Compressed Air Energy Storage (CAES), a technology capable of large-scale energy storage (>100MW), has already been implemented commercially in industry. However, the round-trip efficiency (RTE) of existing commercial CAES plants leaves room for significant enhancement. CAES systems hold an important role in balancing electricity supply and demand, especially as they can be integrated with renewable energy sources to overcome their inherent intermittency. This thesis aims to explore strategies to enhance the RTE of CAES, and to examine its design, operation and cost reduction. This investigation was achieved through process simulation and optimisation.
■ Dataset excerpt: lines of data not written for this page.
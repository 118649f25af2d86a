import { desc, eq } from 'drizzle-orm';
import type { Reader } from '~/server/db/client';
import { reworks, testRuns } from '~/server/db/schema';

export type ReworkOfRun = NonNullable<Awaited<ReturnType<typeof readReworkOfRun>>>;

/** The rework that a run sent its unit into, with the run that showed that the remedy held; null where it sent it to none. */
export async function readReworkOfRun(reader: Reader, runId: number) {
  const [row] = await reader
    .select({
      id: reworks.id,
      cause: reworks.cause,
      foundCause: reworks.foundCause,
      remedy: reworks.remedy,
      minutes: reworks.minutes,
      closedAt: reworks.closedAt,
      confirmedByRunNo: testRuns.runNo,
    })
    .from(reworks)
    .leftJoin(testRuns, eq(testRuns.id, reworks.confirmedByRunId))
    .where(eq(reworks.testRunId, runId))
    .orderBy(desc(reworks.id))
    .limit(1);
  return row ?? null;
}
Firstly, a newly combined cooling heating and power (CCHP) system that integrates a CAES system, organic Rankine cycle (ORC) and single-effect absorption refrigeration system (ARS) using LiBr/H2O is proposed in this study. The ORC can operate during both the charging and discharging process. The waste heat was recovered from the recuperator in CAES, thereby improving its RTE. Steady-state process models of the CCHP system were developed in Aspen Plus® V12 and validated individually. Process analysis was undertaken using the validated models to assess the effect of six organic working fluids of the ORC and several key parameters (inlet mass flowrate of pump in ARS, inlet temperature of combustion chamber 1, different working fluids for ORC, ORC turbine inlet pressure, inter-cooler temperatures, and compressor’s inlet temperatures) on system performance. Results show that the RTE of CCHP (using R290) and overall exergy efficiency of the CCHP system are 67.6% and 51.21%, respectively. Among the factors examined, the inlet temperature of the compressor and the inlet temperature of the combustion chamber are the most decisive parameters influencing the system's performance.
Additionally, a multi-objective optimisation was conducted to maximise the RTE and minimise the total investment cost per output power (ICPP) of the CCHP (including CAES, ORC and single-effect ARS using LiBr/H2O). The findings reveal that the optimised CCHP system has advantages with a significantly enhanced efficiency reaching 68.38% RTE (increased by 0.78%) and a cost-efficiency improved to 0.20 $/kWh ICPP (decreased by 2.68%).
In another configuration of CCHP (including CAES, ORC and different types of ARS), the ORC was designed to operate exclusively during the charging process, while the ARS functioned solely during the discharging phase. Under these design conditions, the low-grade waste heat from the flue gas was completely supplied to ARS. The CCHP system integrated with different types of ARS (i.e. different effect and different working medium) was compared. The results indicate that the double-effect ARS performs better than the single-effect ARS with the same working medium. The lithium bromide/water (LiBr/H2O) is more suitable than ammonia/water (NH3/H2O) as a working medium. The double-effect ARS LiBr/H2O has the better performance, which can produce 206 MW of electrical energy, 7.26 MW of heating, and 27.28 MW of cooling capacity (COP 1.36). The levelized cost of electricity (LCOE) of the CCHP-3 system is 31.01 $/MWh, and the payback period is 12.9 years.